Please reproduce the entries that follow, keeping each word intact.

*** Opening of RECORDS SUPPLIED ***

import { execFileSync } from 'node:child_process';
import { existsSync } from 'node:fs';

export const chromiumPath = '/usr/bin/chromium';

/** Debian's Chromium drives the browser tests; as root it is installed with apt-get when missing. */
export function ensureChromium(): void {
  if (existsSync(chromiumPath)) return;
  if (process.getuid?.() !== 0) {
    console.error('Chromium is not installed. Install it with: sudo apt-get install -y chromium');
    process.exit(1);
  }
  console.log('Installing Chromium from Debian packages (apt-get install chromium)…');
  const env = { ...process.env, DEBIAN_FRONTEND: 'noninteractive' };
  execFileSync('apt-get', ['update', '-qq'], { stdio: 'inherit', env });
  execFileSync('apt-get', ['install', '-y', '-qq', '--no-install-recommends', 'chromium'], { stdio: 'inherit', env });
}
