/** Priya (a demo customer) ordering her saved designs: the steps several API tests share. */
import { shipToByCustomer } from '../../seeds/data/orders.ts';
import { storedQuoteResponse } from '../../server/src/contracts/stored-quotes.ts';
import { savedDesignResponse } from '../../server/src/contracts/saved-designs.ts';
import type { ApiAgent } from './api-harness.ts';

/** Priya's seeded address, as the checkout form sends it. */
export const priyaShipTo = shipToByCustomer.priya;

/** One of the signed-in customer's saved designs as it is, as the body that prices it (and names it). */
export async function savedDesignQuoteBody(
  agent: ApiAgent,
  designId = 1,
  changes: { shippingMethod?: 'delivery' | 'pickup' } = {},
) {
  const { design } = savedDesignResponse.parse((await agent.get(`/api/designs/${designId}`).expect(200)).body);
  return {
    garmentId: design.garmentId,
    sizeId: design.sizeId,
    colourId: design.colourId,
    quantity: 1,
    isRush: false,
    document: design.document,
    designId,
    ...changes,
  };
}

/** Prices one of the signed-in customer's saved designs as it is and stores the quote. */
export async function quoteSavedDesign(
  agent: ApiAgent,
  designId = 1,
  changes: { shippingMethod?: 'delivery' | 'pickup' } = {},
) {
  const body = await savedDesignQuoteBody(agent, designId, changes);
  return storedQuoteResponse.parse((await agent.post('/api/quotes').send(body).expect(201)).body);
}

/** Pays on the payment stand-in's hosted page with a test card; resolves with the page's HTTP status. */
export async function payWithTestCard(checkoutUrl: string, cardNumber = '4242 4242 4242 4242'): Promise<number> {
  const form = new URLSearchParams({ card_number: cardNumber, expiry: '12/30', cvc: '123', name: 'Priya Castellanos' });
  const response = await fetch(checkoutUrl, { method: 'POST', body: form, redirect: 'manual' });
  await response.arrayBuffer();
  return response.status;
}
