/**
 * Test-only steps the studio's tests need from other parts of the product: a card really held at the Stripe stand-in
 * for a seeded order (checkout's job in the app), and a proof approved as the customer's approval would (the
 * customer's endpoint belongs to the storefront). Both write what those parts write, through the same state machine.
 */
import Stripe from 'stripe';
import { startStripeFake } from '../../fakes/stripe/server.ts';
import type { Db } from '../../server/src/db/knex.ts';
import { moveOrder } from '../../server/src/modules/orders/order-transitions.ts';
import { fixedNow, startApiHarness } from './api-harness.ts';

/** The official SDK against a Stripe stand-in, configured as the server's own client is. */
export function stripeAt(fakeUrl: string, apiKey: string): Stripe {
  const { hostname, port } = new URL(fakeUrl);
  return new Stripe(apiKey, { host: hostname, port: Number(port), protocol: 'http', maxNetworkRetries: 0 });
}

/**
 * The API harness with its own Stripe stand-in (on the harness's fixed clock) and a staff member signed in: the
 * studio's money moves reach a real PaymentIntent at the stand-in.
 */
export async function startStudioHarness(apiKey: string) {
  const fake = await startStripeFake({
    port: 0,
    apiKey,
    webhookSecret: 'whsec_unused_here',
    now: () => fixedNow().getTime(),
  });
  const harness = await startApiHarness({ env: { STRIPE_API_URL: fake.url, STRIPE_SECRET_KEY: apiKey } });
  const staff = harness.agent();
  await harness.signIn(staff, 'tobias@wrenandbobbin.test');
  return {
    harness,
    fake,
    stripe: stripeAt(fake.url, apiKey),
    staff,
    async close() {
      await harness.close();
      await fake.close();
    },
  };
}

/** A capture-before a few days after the harness's clock, as a fresh hold has. */
export const inAWeek = new Date(fixedNow().getTime() + 6 * 86_400_000);

/**
 * Pays the order's total on the stand-in's hosted page with a test card (manual capture, so it is only held) and
 * points the order's payment row at the new PaymentIntent, holding until `captureBefore`.
 */
export async function holdCardAtFake(db: Db, stripe: Stripe, number: string, captureBefore: Date): Promise<string> {
  const order = await db('orders').where({ number }).first('id', 'total_cents', 'currency');
  const session = await stripe.checkout.sessions.create({
    mode: 'payment',
    line_items: [
      {
        price_data: {
          currency: order.currency.toLowerCase(),
          unit_amount: Number(order.total_cents),
          product_data: { name: `Order ${number}` },
        },
        quantity: 1,
      },
    ],
    success_url: 'http://127.0.0.1/done',
    cancel_url: 'http://127.0.0.1/cancelled',
    metadata: { orderId: String(order.id) },
    payment_intent_data: { capture_method: 'manual', metadata: { orderId: String(order.id) } },
  });
  const paid = await fetch(session.url!, {
    method: 'POST',
    body: new URLSearchParams({ card_number: '4242 4242 4242 4242', expiry: '12/30', cvc: '123', name: 'Test Parent' }),
    redirect: 'manual',
  });
  if (paid.status >= 400) throw new Error(`The stand-in refused the test card: ${paid.status}`);
  const paymentIntentId = (await stripe.checkout.sessions.retrieve(session.id)).payment_intent as string;
  const payment = await db('payments').where({ order_id: order.id }).orderBy('id', 'desc').first('id');
  await db('payments')
    .where({ id: payment.id })
    .update({
      checkout_session_id: session.id,
      payment_intent_id: paymentIntentId,
      status: 'authorized',
      amount_authorized_cents: Number(order.total_cents),
      amount_captured_cents: 0,
      amount_refunded_cents: 0,
      capture_before: captureBefore,
    });
  await db('orders').where({ id: order.id }).update({ payment_status: 'authorized' });
  return paymentIntentId;
}

/** Approves the order's latest proof as the customer's approval does: the proof answered, the order moved. */
export async function approveLatestProofAsCustomer(db: Db, number: string, now: Date): Promise<void> {
  await db.transaction(async (trx) => {
    const order = await trx('orders').where({ number }).first('id', 'customer_id');
    const moved = await moveOrder(trx, {
      orderId: order.id,
      action: 'approve_proof',
      actor: 'customer',
      actorUserId: order.customer_id,
      now,
    });
    if (!moved.ok) throw new Error(`Could not approve the proof of ${number}: ${moved.error.message}`);
    const proof = await trx('proofs').where({ order_id: order.id }).orderBy('version', 'desc').first('id', 'version');
    await trx('proofs').where({ id: proof.id }).update({ status: 'approved', responded_at: now });
  });
}

/** The customer asking for changes to the latest proof, as their answer would, through the same state machine. */
export async function requestChangesAsCustomer(db: Db, number: string, comment: string, now: Date): Promise<void> {
  await db.transaction(async (trx) => {
    const order = await trx('orders').where({ number }).first('id', 'customer_id');
    const moved = await moveOrder(trx, {
      orderId: order.id,
      action: 'request_changes',
      actor: 'customer',
      actorUserId: order.customer_id,
      note: comment,
      now,
    });
    if (!moved.ok) throw new Error(`Could not ask for changes to ${number}: ${moved.error.message}`);
    const proof = await trx('proofs').where({ order_id: order.id }).orderBy('version', 'desc').first('id');
    await trx('proofs')
      .where({ id: proof.id })
      .update({ status: 'changes_requested', customer_comment: comment, responded_at: now });
  });
}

*** Close of RECORDS SUPPLIED ***

SOLUTION TO THIS TASK:
import { execFileSync } from 'node:child_process';
import { existsSync } from 'node:fs';

export const chromiumPath = '/usr/bin/chromium';

/** Debian's Chromium drives the browser tests; as root it is installed with apt-get when missing. */
export function ensureChromium(): void {
  if (existsSync(chromiumPath)) return;
  if (process.getuid?.() !== 0) {
    console.error('Chromium is not installed. Install it with: sudo apt-get install -y chromium');
    process.exit(1);
  }
  console.log('Installing Chromium from Debian packages (apt-get install chromium)…');
  const env = { ...process.env, DEBIAN_FRONTEND: 'noninteractive' };
  execFileSync('apt-get', ['update', '-qq'], { stdio: 'inherit', env });
  execFileSync('apt-get', ['install', '-y', '-qq', '--no-install-recommends', 'chromium'], { stdio: 'inherit', env });
}
/** Priya (a demo customer) ordering her saved designs: the steps several API tests share. */
import { shipToByCustomer } from '../../seeds/data/orders.ts';
import { storedQuoteResponse } from '../../server/src/contracts/stored-quotes.ts';
import { savedDesignResponse } from '../../server/src/contracts/saved-designs.ts';
import type { ApiAgent } from './api-harness.ts';

/** Priya's seeded address, as the checkout form sends it. */
export const priyaShipTo = shipToByCustomer.priya;

/** One of the signed-in customer's saved designs as it is, as the body that prices it (and names it). */
export async function savedDesignQuoteBody(
  agent: ApiAgent,
  designId = 1,
  changes: { shippingMethod?: 'delivery' | 'pickup' } = {},
) {
  const { design } = savedDesignResponse.parse((await agent.get(`/api/designs/${designId}`).expect(200)).body);
  return {
    garmentId: design.garmentId,
    sizeId: design.sizeId,
    colourId: design.colourId,
    quantity: 1,
    isRush: false,
    document: design.document,
    designId,
    ...changes,
  };
}

/** Prices one of the signed-in customer's saved designs as it is and stores the quote. */
export async function quoteSavedDesign(
  agent: ApiAgent,
  designId = 1,
  changes: { shippingMethod?: 'delivery' | 'pickup' } = {},
) {
  const body = await savedDesignQuoteBody(agent, designId, changes);
  return storedQuoteResponse.parse((await agent.post('/api/quotes').send(body).expect(201)).body);
}

/** Pays on the payment stand-in's hosted page with a test card; resolves with the page's HTTP status. */
export async function payWithTestCard(checkoutUrl: string, cardNumber = '4242 4242 4242 4242'): Promise<number> {
  const form = new URLSearchParams({ card_number: cardNumber, expiry: '12/30', cvc: '123', name: 'Priya Castellanos' });
  const response = await fetch(checkoutUrl, { method: 'POST', body: form, redirect: 'manual' });
  await response.arrayBuffer();
  return response.status;
}
/**
 * Test-only steps the studio's tests need from other parts of the product: a card really held at the Stripe stand-in
 * for a seeded order (checkout's job in the app), and a proof approved as the customer's approval would (the
 * customer's endpoint belongs to the storefront). Both write what those parts write, through the same state machine.
 */
import Stripe from 'stripe';
import { startStripeFake } from '../../fakes/stripe/server.ts';
import type { Db } from '../../server/src/db/knex.ts';
import { moveOrder } from '../../server/src/modules/orders/order-transitions.ts';
import { fixedNow, startApiHarness } from './api-harness.ts';

/** The official SDK against a Stripe stand-in, configured as the server's own client is. */
export function stripeAt(fakeUrl: string, apiKey: string): Stripe {
  const { hostname, port } = new URL(fakeUrl);
  return new Stripe(apiKey, { host: hostname, port: Number(port), protocol: 'http', maxNetworkRetries: 0 });
}

/**
 * The API harness with its own Stripe stand-in (on the harness's fixed clock) and a staff member signed in: the
 * studio's money moves reach a real PaymentIntent at the stand-in.
 */
export async function startStudioHarness(apiKey: string) {
  const fake = await startStripeFake({
    port: 0,
    apiKey,
    webhookSecret: 'whsec_unused_here',
    now: () => fixedNow().getTime(),
  });
  const harness = await startApiHarness({ env: { STRIPE_API_URL: fake.url, STRIPE_SECRET_KEY: apiKey } });
  const staff = harness.agent();
  await harness.signIn(staff, 'tobias@wrenandbobbin.test');
  return {
    harness,
    fake,
    stripe: stripeAt(fake.url, apiKey),
    staff,
    async close() {
      await harness.close();
      await fake.close();
    },
  };
}

/** A capture-before a few days after the harness's clock, as a fresh hold has. */
export const inAWeek = new Date(fixedNow().getTime() + 6 * 86_400_000);

/**
 * Pays the order's total on the stand-in's hosted page with a test card (manual capture, so it is only held) and
 * points the order's payment row at the new PaymentIntent, holding until `captureBefore`.
 */
export async function holdCardAtFake(db: Db, stripe: Stripe, number: string, captureBefore: Date): Promise<string> {
  const order = await db('orders').where({ number }).first('id', 'total_cents', 'currency');
  const session = await stripe.checkout.sessions.create({
    mode: 'payment',
    line_items: [
      {
        price_data: {
          currency: order.currency.toLowerCase(),
          unit_amount: Number(order.total_cents),
          product_data: { name: `Order ${number}` },
        },
        quantity: 1,
      },
    ],
    success_url: 'http://127.0.0.1/done',
    cancel_url: 'http://127.0.0.1/cancelled',
    metadata: { orderId: String(order.id) },
    payment_intent_data: { capture_method: 'manual', metadata: { orderId: String(order.id) } },
  });
  const paid = await fetch(session.url!, {
    method: 'POST',
    body: new URLSearchParams({ card_number: '4242 4242 4242 4242', expiry: '12/30', cvc: '123', name: 'Test Parent' }),
    redirect: 'manual',
  });
  if (paid.status >= 400) throw new Error(`The stand-in refused the test card: ${paid.status}`);
  const paymentIntentId = (await stripe.checkout.sessions.retrieve(session.id)).payment_intent as string;
  const payment = await db('payments').where({ order_id: order.id }).orderBy('id', 'desc').first('id');
  await db('payments')
    .where({ id: payment.id })
    .update({
      checkout_session_id: session.id,
      payment_intent_id: paymentIntentId,
      status: 'authorized',
      amount_authorized_cents: Number(order.total_cents),
      amount_captured_cents: 0,
      amount_refunded_cents: 0,
      capture_before: captureBefore,
    });
  await db('orders').where({ id: order.id }).update({ payment_status: 'authorized' });
  return paymentIntentId;
}

/** Approves the order's latest proof as the customer's approval does: the proof answered, the order moved. */
export async function approveLatestProofAsCustomer(db: Db, number: string, now: Date): Promise<void> {
  await db.transaction(async (trx) => {
    const order = await trx('orders').where({ number }).first('id', 'customer_id');
    const moved = await moveOrder(trx, {
      orderId: order.id,
      action: 'approve_proof',
      actor: 'customer',
      actorUserId: order.customer_id,
      now,
    });
    if (!moved.ok) throw new Error(`Could not approve the proof of ${number}: ${moved.error.message}`);
    const proof = await trx('proofs').where({ order_id: order.id }).orderBy('version', 'desc').first('id', 'version');
    await trx('proofs').where({ id: proof.id }).update({ status: 'approved', responded_at: now });
  });
}

/** The customer asking for changes to the latest proof, as their answer would, through the same state machine. */
export async function requestChangesAsCustomer(db: Db, number: string, comment: string, now: Date): Promise<void> {
  await db.transaction(async (trx) => {
    const order = await trx('orders').where({ number }).first('id', 'customer_id');
    const moved = await moveOrder(trx, {
      orderId: order.id,
      action: 'request_changes',
      actor: 'customer',
      actorUserId: order.customer_id,
      note: comment,
      now,
    });
    if (!moved.ok) throw new Error(`Could not ask for changes to ${number}: ${moved.error.message}`);
    const proof = await trx('proofs').where({ order_id: order.id }).orderBy('version', 'desc').first('id');
    await trx('proofs')
      .where({ id: proof.id })
      .update({ status: 'changes_requested', customer_comment: comment, responded_at: now });
  });
}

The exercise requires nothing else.